Supplied data:
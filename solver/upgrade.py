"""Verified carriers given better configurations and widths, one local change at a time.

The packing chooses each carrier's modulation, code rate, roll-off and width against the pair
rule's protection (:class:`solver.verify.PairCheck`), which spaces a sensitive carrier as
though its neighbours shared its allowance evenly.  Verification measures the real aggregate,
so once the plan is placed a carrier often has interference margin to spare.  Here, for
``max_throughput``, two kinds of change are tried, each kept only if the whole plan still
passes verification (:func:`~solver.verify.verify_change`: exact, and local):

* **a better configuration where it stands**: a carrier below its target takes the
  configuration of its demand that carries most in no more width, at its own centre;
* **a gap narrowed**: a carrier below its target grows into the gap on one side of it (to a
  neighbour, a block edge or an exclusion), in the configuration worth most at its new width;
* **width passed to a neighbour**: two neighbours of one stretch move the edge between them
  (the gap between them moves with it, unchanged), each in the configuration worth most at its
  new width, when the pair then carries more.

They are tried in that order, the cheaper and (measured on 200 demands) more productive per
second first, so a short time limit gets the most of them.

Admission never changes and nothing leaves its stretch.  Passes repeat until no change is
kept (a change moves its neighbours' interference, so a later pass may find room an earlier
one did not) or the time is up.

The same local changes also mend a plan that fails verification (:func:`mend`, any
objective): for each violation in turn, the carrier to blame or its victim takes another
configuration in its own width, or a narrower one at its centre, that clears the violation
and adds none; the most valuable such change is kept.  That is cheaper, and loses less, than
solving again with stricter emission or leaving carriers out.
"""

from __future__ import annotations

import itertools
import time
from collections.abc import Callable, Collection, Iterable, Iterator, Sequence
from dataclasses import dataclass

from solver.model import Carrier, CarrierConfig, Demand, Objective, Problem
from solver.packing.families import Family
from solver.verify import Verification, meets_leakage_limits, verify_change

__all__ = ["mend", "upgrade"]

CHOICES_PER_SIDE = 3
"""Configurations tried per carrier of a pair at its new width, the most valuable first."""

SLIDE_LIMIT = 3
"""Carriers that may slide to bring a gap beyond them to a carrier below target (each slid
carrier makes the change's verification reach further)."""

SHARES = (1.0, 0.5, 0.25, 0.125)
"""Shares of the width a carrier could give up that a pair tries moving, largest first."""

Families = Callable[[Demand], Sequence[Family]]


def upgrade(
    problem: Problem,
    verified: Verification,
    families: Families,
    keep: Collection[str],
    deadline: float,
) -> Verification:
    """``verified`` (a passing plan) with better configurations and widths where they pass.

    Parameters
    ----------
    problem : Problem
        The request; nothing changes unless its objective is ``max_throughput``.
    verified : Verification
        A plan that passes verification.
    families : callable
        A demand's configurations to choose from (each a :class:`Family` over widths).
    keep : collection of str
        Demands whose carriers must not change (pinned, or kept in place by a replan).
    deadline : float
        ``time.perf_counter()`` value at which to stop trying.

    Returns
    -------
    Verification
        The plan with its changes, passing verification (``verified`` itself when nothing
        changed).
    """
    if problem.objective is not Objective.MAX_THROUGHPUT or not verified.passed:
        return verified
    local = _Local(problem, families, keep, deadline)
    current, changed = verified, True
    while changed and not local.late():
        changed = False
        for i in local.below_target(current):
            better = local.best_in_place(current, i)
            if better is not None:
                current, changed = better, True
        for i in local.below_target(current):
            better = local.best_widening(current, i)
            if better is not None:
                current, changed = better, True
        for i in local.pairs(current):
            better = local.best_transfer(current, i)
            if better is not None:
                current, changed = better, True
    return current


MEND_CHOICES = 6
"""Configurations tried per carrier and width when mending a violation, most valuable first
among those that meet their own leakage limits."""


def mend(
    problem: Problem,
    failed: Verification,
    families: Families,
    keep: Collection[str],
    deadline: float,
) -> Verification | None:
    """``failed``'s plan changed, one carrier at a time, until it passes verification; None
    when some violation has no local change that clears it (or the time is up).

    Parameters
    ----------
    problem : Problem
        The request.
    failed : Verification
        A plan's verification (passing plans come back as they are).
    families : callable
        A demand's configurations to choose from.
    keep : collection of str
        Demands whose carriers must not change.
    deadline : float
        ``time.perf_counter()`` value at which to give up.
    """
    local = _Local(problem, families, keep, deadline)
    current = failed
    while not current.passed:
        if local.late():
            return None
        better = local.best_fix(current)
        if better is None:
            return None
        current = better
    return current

Problem to solve:
Copy all the records above exactly, missing none.

Response for this exercise:
filename solver/upgrade.py
"""Verified carriers given better configurations and widths, one local change at a time.

The packing chooses each carrier's modulation, code rate, roll-off and width against the pair
rule's protection (:class:`solver.verify.PairCheck`), which spaces a sensitive carrier as
though its neighbours shared its allowance evenly.  Verification measures the real aggregate,
so once the plan is placed a carrier often has interference margin to spare.  Here, for
``max_throughput``, two kinds of change are tried, each kept only if the whole plan still
passes verification (:func:`~solver.verify.verify_change`: exact, and local):

* **a better configuration where it stands**: a carrier below its target takes the
  configuration of its demand that carries most in no more width, at its own centre;
* **a gap narrowed**: a carrier below its target grows into the gap on one side of it (to a
  neighbour, a block edge or an exclusion), in the configuration worth most at its new width;
* **width passed to a neighbour**: two neighbours of one stretch move the edge between them
  (the gap between them moves with it, unchanged), each in the configuration worth most at its
  new width, when the pair then carries more.

They are tried in that order, the cheaper and (measured on 200 demands) more productive per
second first, so a short time limit gets the most of them.

Admission never changes and nothing leaves its stretch.  Passes repeat until no change is
kept (a change moves its neighbours' interference, so a later pass may find room an earlier
one did not) or the time is up.

The same local changes also mend a plan that fails verification (:func:`mend`, any
objective): for each violation in turn, the carrier to blame or its victim takes another
configuration in its own width, or a narrower one at its centre, that clears the violation
and adds none; the most valuable such change is kept.  That is cheaper, and loses less, than
solving again with stricter emission or leaving carriers out.
"""

from __future__ import annotations

import itertools
import time
from collections.abc import Callable, Collection, Iterable, Iterator, Sequence
from dataclasses import dataclass

from solver.model import Carrier, CarrierConfig, Demand, Objective, Problem
from solver.packing.families import Family
from solver.verify import Verification, meets_leakage_limits, verify_change

__all__ = ["mend", "upgrade"]

CHOICES_PER_SIDE = 3
"""Configurations tried per carrier of a pair at its new width, the most valuable first."""

SLIDE_LIMIT = 3
"""Carriers that may slide to bring a gap beyond them to a carrier below target (each slid
carrier makes the change's verification reach further)."""

SHARES = (1.0, 0.5, 0.25, 0.125)
"""Shares of the width a carrier could give up that a pair tries moving, largest first."""

Families = Callable[[Demand], Sequence[Family]]


def upgrade(
    problem: Problem,
    verified: Verification,
    families: Families,
    keep: Collection[str],
    deadline: float,
) -> Verification:
    """``verified`` (a passing plan) with better configurations and widths where they pass.

    Parameters
    ----------
    problem : Problem
        The request; nothing changes unless its objective is ``max_throughput``.
    verified : Verification
        A plan that passes verification.
    families : callable
        A demand's configurations to choose from (each a :class:`Family` over widths).
    keep : collection of str
        Demands whose carriers must not change (pinned, or kept in place by a replan).
    deadline : float
        ``time.perf_counter()`` value at which to stop trying.

    Returns
    -------
    Verification
        The plan with its changes, passing verification (``verified`` itself when nothing
        changed).
    """
    if problem.objective is not Objective.MAX_THROUGHPUT or not verified.passed:
        return verified
    local = _Local(problem, families, keep, deadline)
    current, changed = verified, True
    while changed and not local.late():
        changed = False
        for i in local.below_target(current):
            better = local.best_in_place(current, i)
            if better is not None:
                current, changed = better, True
        for i in local.below_target(current):
            better = local.best_widening(current, i)
            if better is not None:
                current, changed = better, True
        for i in local.pairs(current):
            better = local.best_transfer(current, i)
            if better is not None:
                current, changed = better, True
    return current


MEND_CHOICES = 6
"""Configurations tried per carrier and width when mending a violation, most valuable first
among those that meet their own leakage limits."""


def mend(
    problem: Problem,
    failed: Verification,
    families: Families,
    keep: Collection[str],
    deadline: float,
) -> Verification | None:
    """``failed``'s plan changed, one carrier at a time, until it passes verification; None
    when some violation has no local change that clears it (or the time is up).

    Parameters
    ----------
    problem : Problem
        The request.
    failed : Verification
        A plan's verification (passing plans come back as they are).
    families : callable
        A demand's configurations to choose from.
    keep : collection of str
        Demands whose carriers must not change.
    deadline : float
        ``time.perf_counter()`` value at which to give up.
    """
    local = _Local(problem, families, keep, deadline)
    current = failed
    while not current.passed:
        if local.late():
            return None
        better = local.best_fix(current)
        if better is None:
            return None
        current = better
    return current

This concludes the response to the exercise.